2        Gegen dieses Erkenntnis wendet sich die vorliegende außerordentliche Revision.

3        Die Behörde nahm von der Einbringung einer Revisionsbeantwortung Abstand.

Der Verwaltungsgerichtshof hat erwogen:

4        In ihrer Zulässigkeitsbegründung rügt die Revision einen Begründungsmangel, weil sowohl die Aktenlage als auch die Vernehmung der Zeugen ergeben habe, dass der Ehemann der Revisionswerberin bei der P.H. GmbH beschäftigt sei; das Dienstverhältnis sei ungekündigt. Das angefochtene Erkenntnis weiche von der hg. Rechtsprechung hinsichtlich der Berücksichtigung einer vor kurzem aufgenommenen geringfügigen Beschäftigung ab (Hinweis auf VwGH 8.10.2019, Ra 2018/22/0292).

5        Die Revision ist angesichts dieses Vorbringens zulässig, sie ist auch begründet.

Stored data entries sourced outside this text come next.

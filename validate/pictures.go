package validate

import (
	"errors"
	"fmt"
	"image"
	"image/color"
	"image/png"
	"io"
	"math"
	"sort"

	"golang.org/x/image/font"
	"golang.org/x/image/font/basicfont"
	"golang.org/x/image/math/fixed"
	"gonum.org/v1/gonum/spatial/r3"
	"gonum.org/v1/plot"
	"gonum.org/v1/plot/plotter"
	"gonum.org/v1/plot/vg"
	"gonum.org/v1/plot/vg/draw"
	"gonum.org/v1/plot/vg/vgimg"

	"github.com/scanfold/scanfold/mesh"
	"github.com/scanfold/scanfold/mesh/render"
)

// PictureOptions tunes the report pictures.
type PictureOptions struct {
	// Tile is the side (pixels) of each view of a six-sided picture.
	// DEFAULT: 240
	Tile int
	// Thumb is the width (pixels) of a contact-sheet thumbnail.
	// DEFAULT: 200
	Thumb int
	// Columns is the number of thumbnails per contact-sheet row.
	// DEFAULT: 4
	Columns int
	// MaxThumbs bounds the thumbnails of a contact sheet (the first
	// ones are kept, wrong ones before right ones).
	// DEFAULT: 48
	MaxThumbs int
	// Background is the colour behind the model.
	// DEFAULT: (238, 238, 238)
	Background mesh.RGB
	// ModelColor is the albedo of a mesh without vertex colours.
	// DEFAULT: (180, 180, 185)
	ModelColor mesh.RGB
}

// DefaultPictureOptions returns the documented defaults.
func DefaultPictureOptions() PictureOptions {
	return PictureOptions{
		Tile: 240, Thumb: 200, Columns: 4, MaxThumbs: 48,
		Background: mesh.RGB{R: 238, G: 238, B: 238},
		ModelColor: mesh.RGB{R: 180, G: 180, B: 185},
	}
}

func (o PictureOptions) validate() error {
	switch {
	case o.Tile < 32 || o.Tile > 2048:
		return fmt.Errorf("validate: picture tile %d px, want 32…2048", o.Tile)
	case o.Thumb < 32 || o.Thumb > 2048:
		return fmt.Errorf("validate: thumbnail width %d px, want 32…2048", o.Thumb)
	case o.Columns < 1 || o.Columns > 64:
		return fmt.Errorf("validate: contact sheet columns %d, want 1…64", o.Columns)
	case o.MaxThumbs < 1:
		return fmt.Errorf("validate: contact sheet of %d thumbnails", o.MaxThumbs)
	}
	return nil
}

// Colours of the pictures.
var (
	picRight  = color.NRGBA{R: 0, G: 170, B: 60, A: 255}  // right pose: solid green outline
	picWrong  = color.NRGBA{R: 220, G: 20, B: 60, A: 255} // wrong pose: dashed red outline
	picText   = color.NRGBA{R: 30, G: 30, B: 30, A: 255}
	picUnseen = mesh.RGB{R: 255, G: 0, B: 200} // never seen: magenta, outside the seen ramp
)

// sixSides are the six viewing directions (from the model towards the
// camera) with their labels and image-up directions.
var sixSides = []struct {
	label   string
	dir, up r3.Vec
}{
	{"front (-y)", r3.Vec{Y: -1}, r3.Vec{Z: 1}},
	{"right (+x)", r3.Vec{X: 1}, r3.Vec{Z: 1}},
	{"top (+z)", r3.Vec{Z: 1}, r3.Vec{Y: 1}},
	{"back (+y)", r3.Vec{Y: 1}, r3.Vec{Z: 1}},
	{"left (-x)", r3.Vec{X: -1}, r3.Vec{Z: 1}},
	{"bottom (-z)", r3.Vec{Z: -1}, r3.Vec{Y: -1}},
}

// SixSides renders m from the six axis directions into one image of
// 3×2 labelled tiles. Each camera is a pinhole with a 30° field of view
// at the distance where the bounding sphere (around the box centre,
// radius half the box diagonal) fills it, which is nearly orthographic;
// the light is the renderer's default, fixed to the camera. A mesh
// without colours is drawn in opt.ModelColor.
func SixSides(m *mesh.Mesh, opt PictureOptions) (*image.NRGBA, error) {
	if err := opt.validate(); err != nil {
		return nil, err
	}
	if m == nil || len(m.Faces) == 0 {
		return nil, errors.New("validate: six sides of an empty mesh")
	}
	box := m.Bounds()
	if box.Empty() {
		return nil, fmt.Errorf("validate: six sides of a mesh without finite vertices: %w", mesh.ErrDegenerate)
	}
	centre, radius := box.Center(), box.Diagonal()/2
	if !(radius > 0) {
		radius = 1e-3
	}
	t := opt.Tile
	const fov = 30 * math.Pi / 180
	f := float64(t) / (2 * math.Tan(fov/2))
	intr := mesh.Intrinsics{Width: t, Height: t, Fx: f, Fy: f, Cx: float64(t-1) / 2, Cy: float64(t-1) / 2}
	dist := radius / math.Sin(fov/2) * 1.05
	r, err := render.NewRenderer(intr)
	if err != nil {
		return nil, err
	}
	ropt := render.DefaultOptions()
	ropt.Background = opt.Background
	ropt.Near = math.Max(1e-4, dist-1.5*radius)
	ropt.Far = dist + 1.5*radius
	out := image.NewNRGBA(image.Rect(0, 0, 3*t, 2*t+2*14))
	fillRect(out, out.Bounds(), toNRGBA(opt.Background))
	var fr render.Frame
	for i, s := range sixSides {
		camToWorld, err := mesh.LookAt(r3.Add(centre, r3.Scale(dist, s.dir)), centre, s.up)
		if err != nil {
			return nil, err
		}
		if err := r.RenderInto(&fr, []render.Object{{Mesh: m, ModelToCam: camToWorld.Inv(), Color: opt.ModelColor}}, ropt); err != nil {
			return nil, err
		}
		x0, y0 := (i%3)*t, (i/3)*(t+14)
		blit(out, fr.Color, x0, y0+14)
		drawText(out, x0+4, y0+11, s.label, picText)
	}
	return out, nil
}

// flatColored returns a copy of m with every face given its own three
// vertices coloured col(face), so each face is drawn in one colour.
func flatColored(m *mesh.Mesh, col func(face int) mesh.RGB) *mesh.Mesh {
	out := &mesh.Mesh{
		Vertices: make([]r3.Vec, 0, 3*len(m.Faces)),
		Colors:   make([]mesh.RGB, 0, 3*len(m.Faces)),
		Faces:    make([]mesh.Face, len(m.Faces)),
	}
	for i, f := range m.Faces {
		c := col(i)
		n := uint32(len(out.Vertices))
		out.Vertices = append(out.Vertices, m.Vertices[f[0]], m.Vertices[f[1]], m.Vertices[f[2]])
		out.Colors = append(out.Colors, c, c, c)
		out.Faces[i] = mesh.Face{n, n + 1, n + 2}
	}
	return out
}

// CoverageColor is the colour of a face seen in views frames on a map
// whose ramp ends at full views: magenta for never seen, then a
// sequential ramp from yellow (seen once) through green to dark blue
// (seen full times or more), so the warning colour stands apart from
// every seen count (common practice for sequential data with a flagged
// zero).
func CoverageColor(views, full int) mesh.RGB {
	if views <= 0 {
		return picUnseen
	}
	stops := []mesh.RGB{{R: 250, G: 230, B: 40}, {R: 90, G: 200, B: 100}, {R: 30, G: 140, B: 140}, {R: 40, G: 60, B: 140}}
	if full <= 1 {
		return stops[len(stops)-1]
	}
	return rampColor(stops, float64(views-1)/float64(full-1))
}

// CoverageMap renders m from six sides with every face coloured by the
// number of frames that saw it (CoverageColor, ramp ending at the 90th
// percentile of the seen faces' counts, at least 2), with a legend.
func CoverageMap(m *mesh.Mesh, cov *Coverage, opt PictureOptions) (*image.NRGBA, error) {
	if cov == nil || len(cov.FaceViews) != len(m.Faces) {
		return nil, errors.New("validate: coverage map needs the coverage of this mesh")
	}
	var seen []int
	for _, v := range cov.FaceViews {
		if v > 0 {
			seen = append(seen, int(v))
		}
	}
	full := 2
	if len(seen) > 0 {
		sort.Ints(seen)
		full = max(2, seen[(len(seen)*9)/10])
	}
	flat := flatColored(m, func(i int) mesh.RGB { return CoverageColor(int(cov.FaceViews[i]), full) })
	img, err := SixSides(flat, opt)
	if err != nil {
		return nil, err
	}
	// Legend below: a swatch per count class.
	out := growDown(img, 40, opt.Background)
	y := img.Bounds().Dy() + 8
	x := 6
	swatch := func(c mesh.RGB, label string) {
		fillRect(out, image.Rect(x, y, x+16, y+16), toNRGBA(c))
		drawText(out, x+20, y+12, label, picText)
		x += 24 + 7*len(label) + 12
	}
	swatch(picUnseen, "never seen")
	swatch(CoverageColor(1, full), "1 view")
	if full > 2 {
		swatch(CoverageColor((1+full)/2, full), fmt.Sprintf("%d views", (1+full)/2))
	}
	swatch(CoverageColor(full, full), fmt.Sprintf("%d+ views", full))
	return out, nil
}

// DeviationMap renders the comparison's aligned scan from six sides in
// its heat-map colours (DeviationColor) with a colour bar from
// −DeviationRange to +DeviationRange below.
func DeviationMap(c *Comparison, opt PictureOptions) (*image.NRGBA, error) {
	if c == nil || c.AlignedScan == nil || len(c.AlignedScan.Colors) != len(c.AlignedScan.Vertices) {
		return nil, errors.New("validate: deviation map needs a comparison with a coloured aligned scan")
	}
	img, err := SixSides(c.AlignedScan, opt)
	if err != nil {
		return nil, err
	}
	out := growDown(img, 44, opt.Background)
	w := out.Bounds().Dx()
	y := img.Bounds().Dy() + 6
	x0, x1 := 40, w-40
	for x := x0; x < x1; x++ {
		d := (2*float64(x-x0)/float64(x1-x0-1) - 1) * c.DeviationRange
		fillRect(out, image.Rect(x, y, x+1, y+16), toNRGBA(DeviationColor(d, c.DeviationRange)))
	}
	mm := c.DeviationRange * 1e3
	drawText(out, x0, y+30, fmt.Sprintf("-%.2g mm (inside)", mm), picText)
	mid := "0"
	drawText(out, (x0+x1)/2-3, y+30, mid, picText)
	right := fmt.Sprintf("+%.2g mm (outside)", mm)
	drawText(out, x1-7*len(right), y+30, right, picText)
	return out, nil
}

// CheckView is one synthetic check view for the contact sheet.
type CheckView struct {
	// Image is the view's colour image; nil draws a blank tile.
	Image image.Image
	// Intr is the camera the view was rendered with.
	Intr mesh.Intrinsics
	// Model is the model drawn under the hypothesis (nil: the sheet's
	// model), and ModelToCam the chosen hypothesis.
	Model      *mesh.Mesh
	ModelToCam mesh.Pose
	// Correct reports that the chosen hypothesis was a right pose.
	Correct bool
	// Label is printed under the thumbnail.
	Label string
}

6        Das VwG stellte fest, der Ehemann der Revisionswerberin sei am 1. Februar 2019 als geringfügig beschäftigter Arbeitnehmer bei der P.H. GmbH angemeldet worden; er verrichte an den zwei Wochentagen, an denen er nicht im Rahmen seiner Vollbeschäftigung tätig sei, diverse Reinigungs- und Lagerarbeiten in einem nicht näher feststehenden zeitlichen Umfang. Für die Monate April und Mai seien jedoch keine Zahlungseingänge von der P.H. GmbH auf das Konto des Ehemannes der Revisionswerberin ersichtlich. Der Ehemann habe selbst angegeben, die Entlohnung für seine Tätigkeit ausschließlich per Kontoüberweisung und nie bar erhalten zu haben.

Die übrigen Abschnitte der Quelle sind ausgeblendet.